Le vent et l'eau transportent avec eux une multitude de particules, ce qui produit de l'érosion ou des dépôts, tels que les émissions de poussières provenant du désert saharien et susceptible d'atteindre l'Europe, et des déplacements de neige qui peuvent... bloquer le trafic.

Francesco Comola et Michael Lehning, de l'EPFL et du SLF, ont décrit de manière précise comment le flux du vent affecte une surface générique de particules non-homogènes, comme la neige ou le sable, au moyen d'une nouvelle technique qui permettra un jour d'améliorer les prévisions météorologiques. Les résultats seront publiés dans les Geopysical Research Letters.

Des descriptions de transports effectués par le vent ou l'eau existent déjà, mais c'est la première fois que des lois fondamentales – la seconde Loi de Newton et la conservation de l'énergie – sont utilisées pour décrire la manière dont les particules sont éjectées d'un lit de particules.

«C'est un tournant, dans la mesure où il est surprenant que le processus d'éjection des particules n'ait jamais été décrit à ce jour en utilisant les lois fondamentales de la conservation», dit Lehning, «du moins pas pour une grande variété de sédiments, du sable hétérogène à la neige.»

La nouvelle théorie est suffisamment puissante pour que les chercheurs puissent prédire statistiquement le nombre de particules éjectées de la surface du lit de particules et soulevées dans le flux, même pour des tailles de particules différentes, et pour des propriétés matérielles ou de flux variables.

La théorie peut être vue comme une généralisation de la manière dont des boules de billard sont dispersées par la boule blanche lors du coup initial. Mais à bien des égards, la table de billard est un exemple trivial si on la compare aux lits de particules dans la nature. Au lieu d'avoir un lit de 15 boules de billard seulement, le modèle peut gérer de grands nombres de particules et de ce fait, il peut être appliqué à de vastes surfaces de la Terre ou d'autres planètes. Au lieu de ne disposer que d'une seule boule blanche, il peut y avoir beaucoup de particules incidentes. Au lieu d'avoir des boules de billard de la même forme et de la même taille, les particules peuvent être un mélange de de formes et de dimensions, comme ce que nous voyons dans une poignée de sable ou de neige. Contrairement de boules de billard qui ne s'attirent ni ne se repoussent les unes les autres, les particules peuvent être adhésives sous l'effet des forces de cohésion, comme du sable mouillé ou de la neige humide.
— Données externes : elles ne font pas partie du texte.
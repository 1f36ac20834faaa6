import { randomBytes } from 'node:crypto';
import { afterAll, beforeAll, describe, expect, it } from 'vitest';
import type { AppInstance } from '../../server/app';
import { SavedSearch } from '../../server/features/saved-searches/saved-search.entity';
import { MAX_SAVED_SEARCHES } from '../../shared/schemas/saved-searches';
import { buildUser } from '../support/factories';
import { signedInAs } from '../support/sessions';
import { startTestApp } from '../support/test-app';

let app: AppInstance;
beforeAll(async () => {
  app = await startTestApp();
});
afterAll(() => app.close());

/** A made-up word no other listing or search uses, so searches in these tests match only what they mean to. */
const word = () => `qx${randomBytes(5).toString('hex')}`;

describe('saved searches', () => {
  it('saves a search with its filters and lists it back', async () => {
    const member = await signedInAs(app, await buildUser(app.ctx.dataSource));
    const q = word();

    const res = await member
      .post('/api/saved-searches')
      .send({ name: 'OO fiddle yards', query: { q, scale: 'oo,h0', priceMax: '20000', page: '3', sort: 'newest' } })
      .expect(201);

    expect(res.body.search).toMatchObject({
      name: 'OO fiddle yards',
      query: { q, scale: ['oo', 'h0'], priceMax: 20000 },
    });
    expect(res.body.search.query).not.toHaveProperty('page');
    expect(res.body.search.query).not.toHaveProperty('sort');
    expect(res.body.search.lastNotifiedAt).toBeNull();
    const list = await member.get('/api/saved-searches').expect(200);
    expect(list.body.items.map((s: { id: number }) => s.id)).toEqual([res.body.search.id]);
  });

  it('answers 422 naming the field when the query is not one the search accepts', async () => {
    const member = await signedInAs(app, await buildUser(app.ctx.dataSource));

    const res = await member
      .post('/api/saved-searches')
      .send({ name: 'Odd', query: { scale: 'not-a-scale' } })
      .expect(422);

    expect(Object.keys(res.body.error.fields).join()).toContain('query');
    await member.post('/api/saved-searches').send({ name: ' ', query: {} }).expect(422);
  });

  it(`refuses a search past the ${MAX_SAVED_SEARCHES}th with 409`, async () => {
    const user = await buildUser(app.ctx.dataSource);
    await app.ctx.dataSource.getRepository(SavedSearch).insert(
      Array.from({ length: MAX_SAVED_SEARCHES }, (_, i) => ({
        ownerId: user.id,
        name: `Search ${i}`,
        query: { q: word() },
      })),
    );
    const member = await signedInAs(app, user);

    const res = await member
      .post('/api/saved-searches')
      .send({ name: 'One more', query: { q: word() } })
      .expect(409);

    expect(res.body.error.code).toBe('saved_search_limit');
    expect(res.body.error.message).toContain('Delete one first');
  });

  it("deletes the member's own search and answers 404 for another member's", async () => {
    const owner = await signedInAs(app, await buildUser(app.ctx.dataSource));
    const other = await signedInAs(app, await buildUser(app.ctx.dataSource));
    const { body } = await owner
      .post('/api/saved-searches')
      .send({ name: 'Mine', query: { q: word() } })
      .expect(201);

    await other.delete(`/api/saved-searches/${body.search.id}`).expect(404);
    await owner.delete(`/api/saved-searches/${body.search.id}`).expect(204);

    expect((await owner.get('/api/saved-searches').expect(200)).body.items).toEqual([]);
    await owner.delete(`/api/saved-searches/${body.search.id}`).expect(404);
  });
});
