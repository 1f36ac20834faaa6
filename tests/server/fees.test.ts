import request from 'supertest';
import { afterAll, beforeAll, describe, expect, it } from 'vitest';
import type { AppInstance } from '../../server/app';
import { AuditEvent } from '../../server/features/audit/audit-event.entity';
import { FeeSchedule } from '../../server/features/orders/fee-schedule.entity';
import { DEFAULT_BUYER_FEE_BPS, DEFAULT_COMMISSION_BPS } from '../../shared/orders/timing';
import { buildUser } from '../support/factories';
import { signedInAs } from '../support/sessions';
import { startTestApp } from '../support/test-app';

let app: AppInstance;
beforeAll(async () => {
  app = await startTestApp();
}, 60_000);
afterAll(() => app.close());

// Other test files (and other runs) make orders at the default rates, so these tests set the rates to the same
// values: a new schedule row is still written, audited and shown, without changing what anyone else is charged.
const SAME_RATES = { commissionBps: DEFAULT_COMMISSION_BPS, buyerFeeBps: DEFAULT_BUYER_FEE_BPS };

describe('fee settings', () => {
  it('shows anyone the rates that apply now', async () => {
    const res = await request(app.app).get('/api/fees').expect(200);
    expect(res.body.fees).toMatchObject(SAME_RATES);
    expect(Date.parse(res.body.fees.since)).not.toBeNaN();
  });

  it('lets an administrator set new rates: a new schedule row, audited, and shown with who set it', async () => {
    const admin = await buildUser(app.ctx.dataSource, { role: 'admin', displayName: 'Signal Box Admin' });
    const agent = await signedInAs(app, admin);
    const before = await app.ctx.dataSource.getRepository(FeeSchedule).count();
    const res = await agent.put('/api/admin/fees').send(SAME_RATES).expect(200);
    expect(res.body.current).toMatchObject(SAME_RATES);
    expect(res.body.history[0]).toMatchObject({ ...SAME_RATES, setBy: 'Signal Box Admin' });
    expect(await app.ctx.dataSource.getRepository(FeeSchedule).count()).toBe(before + 1);
    const audit = await app.ctx.dataSource
      .getRepository(AuditEvent)
      .findOneByOrFail({ actorId: admin.id, action: 'fees.set' });
    expect(audit.detail).toEqual({ from: SAME_RATES, to: SAME_RATES });
    expect((await agent.get('/api/admin/fees').expect(200)).body.history[0].setBy).toBe('Signal Box Admin');
  });

  it('refuses rates outside 0–3000 basis points or not whole, naming the field', async () => {
    const agent = await signedInAs(app, await buildUser(app.ctx.dataSource, { role: 'admin' }));
    const high = await agent.put('/api/admin/fees').send({ commissionBps: 3001, buyerFeeBps: 0 }).expect(422);
    expect(high.body.error.fields.commissionBps).toBe('The commission must be at most 3000 basis points (30 %).');
    const part = await agent.put('/api/admin/fees').send({ commissionBps: 800, buyerFeeBps: 12.5 }).expect(422);
    expect(part.body.error.fields.buyerFeeBps).toMatch(/whole number of basis points/);
    const negative = await agent.put('/api/admin/fees').send({ commissionBps: -1, buyerFeeBps: 0 }).expect(422);
    expect(negative.body.error.fields.commissionBps).toBe('The commission cannot be negative.');
  });

  it('answers 403 to members and moderators, and 401 to visitors', async () => {
    for (const role of ['member', 'moderator'] as const) {
      const agent = await signedInAs(app, await buildUser(app.ctx.dataSource, { role }));
      await agent.get('/api/admin/fees').expect(403);
      await agent.put('/api/admin/fees').send(SAME_RATES).expect(403);
    }
    await request(app.app).get('/api/admin/fees').expect(401);
  });
});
Les scientifiques estiment que leur nouveau modèle va faire avancer l'étude du développement des dunes et des rides de sable, aussi bien dans les régions arides que polaires. Il contribuera aussi à améliorer les prédictions d'émissions de poussières par les déserts et les déplacements de neige dans l'Antarctique, dont les conséquences vont de la santé publique globale au changement du temps et du climat. Le modèle peut aussi aider à trouver la cause de l'intense activité de déplacement de sable observée sur Mars, où la faible densité de l'atmosphère suggérerait pourtant que les vents ne sont pas suffisamment forts pour éroder les particules de surface.